Set down a word-for-word copy of the data below, limited to the lines from the first through the line with "spreading=spreading)".
[DATA EXCERPTS Boundary: Start]
"""Layout alternatives x a wave climate: berth downtime of every alternative, one result.

A planning study compares several layouts (entrance position and width, an extra spur,
a longer lee arm), each a scenario file, against one climate table. The work is cut at
the grain of the solves: one task is one (alternative, period, spreading), with all the
directions of the table that share them solved and all their rows' heights reduced on
the worker; only the small arrays of K', heights and exceedances at the points come
back. The tasks run through :mod:`harbor.study.executor` (serial, threads, an embedded
Dask cluster or a remote one), and every sum is taken afterwards over the rows in the
order of the table, so the numbers are the same on every backend.

The diffraction coefficient of a linear solution does not depend on the incident height,
so each distinct (period, direction, spreading) is solved once, at unit height.

The grain is chosen for the full-field method as well: there one (alternative, period,
spreading) is one factorisation per frequency band serving all the directions of the
task, and the mesh travels in the shared payload beside the scenarios (once per worker,
:mod:`harbor.study.executor`); only :func:`solve_group` changes.
"""

from __future__ import annotations

import dataclasses
from pathlib import Path

import numpy as np

from harbor.errors import InputError

#: Cost of solving one directional random sea at a few points with the screening
#: methods (measured 0.15-0.25 s on the demo harbour, one core; memory well below this).
SCREENING_SOLVE = (0.25, 150 * 2**20)

# --------------------------------------------------------------------------- worker side

def _solve_direction(scenario, method, period, from_deg, spreading, name):
    """K' at the scenario's points for one directional random sea at unit height."""
    from harbor.solver import assemble
    from harbor.study.scenario import Sea

    sea = Sea(name=name, kind="random", height=1.0, period=period, from_deg=from_deg,
              spreading=spreading)
    ds = assemble.solve(dataclasses.replace(scenario, seas=(sea,)), grid=False,
                        method=method)
    # sentences about this internal per-direction sea would only confuse the table
    warnings = list(dict.fromkeys(n for n in assemble.notices(ds) if name not in n))
    return ds.point_kd.values[0].copy(), float(ds.sea_reaching.values[0]), warnings


def _task_sea(task, direction, name="climate case"):
    from harbor.study.scenario import Sea

    return Sea(name=name, kind="random", height=1.0, period=task["period"],
               from_deg=direction, spreading=task["spreading"])
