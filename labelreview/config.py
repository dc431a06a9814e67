"""The dataset folder's ``labelreview.yaml`` -> a validated, frozen :class:`DatasetConfig`.

The file says where the annotations, taxonomy and item table are and how to read them, whether
the items show people, which lexicon layers apply and how the scanner matches (schema version 1,
described in ``docs/CONTRACTS.md``). Every key is checked here, once, so the loaders and the
scanner can trust what they get: an unknown key or a bad value is a
:class:`~labelreview.errors.ConfigError` naming the file, line and column, with the allowed values.

A folder without the file still works: the files are detected by name and columns, the same way
:func:`write_starter_config` (behind ``labelreview init``) detects them to write a commented
starter file for the curator to check. That writer never replaces an existing file.
"""

from __future__ import annotations

import csv
import difflib
import io
import json
from dataclasses import dataclass, field, replace
from pathlib import Path
from typing import Any

import yaml
from yaml.constructor import ConstructorError, SafeConstructor

from labelreview._yaml import compose
from labelreview.errors import ConfigError, UsageError
from labelreview.io._annotations import (
    ANNOTATION_FORMATS,
    LAYOUTS,
    match_roles,
    normalise_header,
)
from labelreview.io._common import TABLE_EXTENSIONS, check_encoding, json_kind
from labelreview.io._taxonomy import TAXONOMY_FORMATS
from labelreview.model import SEVERITIES, SUBJECTS, Severity, Subjects

CONFIG_NAME = "labelreview.yaml"
STARTER_FALLBACK_NAME = "labelreview.new.yaml"
SCHEMA_VERSION = 1


@dataclass(frozen=True)
class AnnotationsConfig:
    """The ``annotations:`` section."""

    path: Path | None
    """The annotation file (dataset folder joined in); None when none was found."""
    format: str = "auto"
    layout: str = "long"
    columns: dict[str, str] = field(default_factory=dict)
    """Role (item, annotator, label) -> the file's column; roles left out are detected."""
    annotator_columns: tuple[str, ...] = ()
    multi_label_separator: str | None = "|"
    encoding: str | None = None


@dataclass(frozen=True)
class TaxonomyConfig:
    """The ``taxonomy:`` section."""

    path: Path
    format: str = "auto"
    encoding: str | None = None


@dataclass(frozen=True)
class AttributeConfig:
    """One entry of ``items.attributes``: a column people filled in about themselves."""

    column: str
    consented: bool
    """The people described agreed to this use of the value."""
    self_reported: bool
    """The people described gave the value themselves (it was not guessed or inferred)."""


@dataclass(frozen=True)
class ItemsConfig:
    """The ``items:`` section."""

    path: Path
    columns: dict[str, str] = field(default_factory=dict)
    """Role (item, text, preview) -> the file's column."""
    attributes: tuple[AttributeConfig, ...] = ()
    encoding: str | None = None


@dataclass(frozen=True)
class LexiconsConfig:
    """The ``lexicons:`` section."""

    base: str | Path = "builtin"
    """``"builtin"`` for the shipped set, or a folder replacing it."""
    layers: tuple[Path, ...] = ()
    """Organisation layer, then dataset layer; applied in order."""


@dataclass(frozen=True)
class ScanConfig:
    """The ``scan:`` section."""

    fuzzy_threshold: float = 88.0
    """rapidfuzz ratio (0-100) a token needs to count as a misspelling of a term."""
    fuzzy_min_length: int = 5
    """Tokens shorter than this are never fuzzy-matched."""
    text_columns: tuple[str, ...] = ()
    """Free-text columns (captions, descriptions, comments) to scan as well as the labels: in
    the item table, or else in the annotation file. Empty: labels only."""


ENGINES: tuple[str, ...] = ("local", "dask")


@dataclass(frozen=True)
class EngineConfig:
    """The ``engine:`` section: where and how large data is read."""

    name: str = "local"
    """``local`` (this machine; large files are read in batches) or ``dask``."""
    scheduler: str | None = None
    """Dask: address of an existing scheduler (``tcp://host:8786``); None starts a local one."""
    stream_above_mb: float = 512.0
    """Local: read annotation files larger than this many megabytes in batches."""
    batch_mb: float = 16.0
    """Local, in batches: megabytes of text read per batch."""
    temp_dir: Path | None = None
    """Where a file not sorted by item is partitioned (None: the system's temporary folder)."""


AGREEMENT_LEVELS: tuple[str, ...] = ("nominal", "ordinal", "interval", "ratio")
LOG_NAME = "labelreview-log.jsonl"


@dataclass(frozen=True)
class AgreementConfig:
    """The ``agreement:`` section: defaults for ``labelreview agreement`` and its bands."""

    level: str = "nominal"
    """Measurement level of the labels: nominal, ordinal, interval or ratio."""
    reliable: float = 0.800
    """Alpha at or above this reads "reliable" (Krippendorff 2004, Content Analysis, 2nd ed.)."""
    tentative: float = 0.667
    """Alpha at or above this (and below ``reliable``) reads "tentative"; below, "unreliable"."""
    min_items: int = 10
    """A per-label alpha needs at least this many items carrying the label."""
    min_pair_items: int = 10
    """Cohen's kappa for an annotator pair needs at least this many shared items."""
    bootstrap: int = 1000
    """Bootstrap draws for alpha's confidence interval (0: no interval)."""
    seed: int = 0
    """Seed of the bootstrap, so the interval is reproducible."""


@dataclass(frozen=True)
class DecisionsConfig:
    """The ``decisions:`` section: the decision log and the rules decisions must follow."""

    log: Path | None = None
    """The decision log; None means ``labelreview-log.jsonl`` in the dataset folder."""
    min_reason_length: int = 10
    """Shortest reason accepted for a decision, in characters (after trimming)."""
    fail_on: Severity = "medium"
    """The gate level: unresolved flags at or above it block ``apply``, ``signoff``, ``check``."""
    retire_fallbacks: dict[str, str] = field(default_factory=dict)
    """Label -> the label its annotations move to when it is retired without a fallback."""
    four_eyes: bool = False
    """Refuse a sign-off by anyone who made a high-severity decision themselves."""


@dataclass(frozen=True)
class CompareConfig:
    """The ``compare:`` section."""

    agreement_drop: float = 0.10
    """A label whose per-label alpha fell by more than this between versions needs a look."""


@dataclass(frozen=True)
class SignalsConfig:
    """The ``signals:`` section: thresholds of the data signals (``labelreview.signals``)."""

    contested_below: float = 0.667
    """A label whose one-vs-rest alpha is below this is contested (Krippendorff 2004's
    "tentative" bound). Labels need ``agreement.min_items`` comparable items to get an alpha."""
    fdr: float = 0.05
    """Benjamini-Hochberg false discovery rate, over all tests of one kind."""
    disparity_ratio: float = 0.8
    """Lowest-to-highest group rate ratio below which a label is flagged (the four-fifths rule
    of thumb, 29 CFR 1607.4(D), used as a screening heuristic)."""
    min_group_size: int = 10
    """k: groups with fewer items are never shown or tested."""
    min_expected: float = 5.0
    """The chi-square test is run only when every expected cell count reaches this."""
    proxy_nmi: float = 0.25
    """An item column whose normalised mutual information with an attribute reaches this is
    reported as standing in for it ..."""
    proxy_cramers_v: float = 0.5
    """... as is one whose Cramér's V reaches this."""
    proxy_columns: tuple[str, ...] | None = None
    """Item columns checked as stand-ins; None: every column but the item, text and preview
    roles and the attributes (plus the text's length); ``[]``: none."""
    proxy_max_levels: int = 50
    """Text columns with more distinct values than this (ids, free text) are not checked."""
    skew_ratio: float = 0.5
    """An annotator whose rate for a label, against the others' on the same items, has a
    lower-to-higher ratio below this is flagged (when the test also holds)."""
    skew_min_items: int = 20
    """Annotators need this many comparable items to be tested."""
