// fill writes the anchor values of the merges covering row t.row into
// cells.
func (t *xlsxTable) fill(cells []string) []string {
	r := t.row
	act := t.active[:0]
	for _, m := range t.active {
		if m.r2 >= r {
			act = append(act, m)
		}
	}
	for ; t.next < len(t.merges) && t.merges[t.next].r1 <= r; t.next++ {
		m := &t.merges[t.next]
		if m.r2 < r {
			continue
		}
		if m.r1 == r && m.c1 <= len(cells) {
			m.val = cells[m.c1-1]
		}
		act = append(act, m)
	}
	t.active = act
	for _, m := range act {
		if m.val == "" || m.c1 > maxFillColumn {
			continue
		}
		last := min(m.c2, maxFillColumn)
		for len(cells) < last {
			cells = append(cells, "")
		}
		for c := m.c1; c <= last; c++ {
			cells[c-1] = m.val
		}
	}
	return cells
}

// Close implements Table.
func (t *xlsxTable) Close() error {
	if t.err == nil {
		t.err = io.EOF
	}
	if t.rows == nil {
		return nil
	}
	err := t.rows.Close()
	t.rows = nil
	return err
}
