// addCurve adds the curve of one design: solid where every check passes,
// dashed where one fails, broken where the value is not finite.
func addCurve(p *plot.Plot, xs, ys []float64, pass []bool, col color.Color) error {
	var seg plotter.XYs
	segPass := true
	flush := func() error {
		if len(seg) >= 2 {
			l, err := plotter.NewLine(seg)
			if err != nil {
				return err
			}
			l.Color, l.Width = col, widthLine
			if !segPass {
				l.Dashes, l.Width = dashFail, vg.Points(1.4)
			}
			p.Add(l)
		}
		seg = nil
		return nil
	}
	for k := range xs {
		finite := !math.IsNaN(ys[k]) && !math.IsInf(ys[k], 0)
		if !finite {
			if err := flush(); err != nil {
				return err
			}
			continue
		}
		if len(seg) > 0 && pass[k] != segPass {
			last := seg[len(seg)-1]
			if err := flush(); err != nil {
				return err
			}
			// the segment into a failing point is drawn failing; the
			// one out of it, into a passing point, passing
			seg = plotter.XYs{last}
		}
		if len(seg) <= 1 {
			segPass = pass[k]
		}
		seg = append(seg, plotter.XY{X: xs[k], Y: ys[k]})
	}
	return flush()
}

// refLine is a straight reference line (limit, budget, i_max) with its
// legend thumbnail.
func refLine(p *plot.Plot, pts plotter.XYs, col color.Color, dashes []vg.Length, width vg.Length) (*plotter.Line, error) {
	l, err := plotter.NewLine(pts)
	if err != nil {
		return nil, err
	}
	l.Color, l.Dashes, l.Width = col, dashes, width
	p.Add(l)
	return l, nil
}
[DATA EXCERPTS Boundary: End]
* ANSWER
"""Layout alternatives x a wave climate: berth downtime of every alternative, one result.

A planning study compares several layouts (entrance position and width, an extra spur,
a longer lee arm), each a scenario file, against one climate table. The work is cut at
the grain of the solves: one task is one (alternative, period, spreading), with all the
directions of the table that share them solved and all their rows' heights reduced on
the worker; only the small arrays of K', heights and exceedances at the points come
back. The tasks run through :mod:`harbor.study.executor` (serial, threads, an embedded
Dask cluster or a remote one), and every sum is taken afterwards over the rows in the
order of the table, so the numbers are the same on every backend.

The diffraction coefficient of a linear solution does not depend on the incident height,
so each distinct (period, direction, spreading) is solved once, at unit height.

The grain is chosen for the full-field method as well: there one (alternative, period,
spreading) is one factorisation per frequency band serving all the directions of the
task, and the mesh travels in the shared payload beside the scenarios (once per worker,
:mod:`harbor.study.executor`); only :func:`solve_group` changes.
"""

from __future__ import annotations

import dataclasses
from pathlib import Path

import numpy as np

from harbor.errors import InputError

#: Cost of solving one directional random sea at a few points with the screening
#: methods (measured 0.15-0.25 s on the demo harbour, one core; memory well below this).
SCREENING_SOLVE = (0.25, 150 * 2**20)

# --------------------------------------------------------------------------- worker side

def _solve_direction(scenario, method, period, from_deg, spreading, name):
    """K' at the scenario's points for one directional random sea at unit height."""
    from harbor.solver import assemble
    from harbor.study.scenario import Sea

    sea = Sea(name=name, kind="random", height=1.0, period=period, from_deg=from_deg,
              spreading=spreading)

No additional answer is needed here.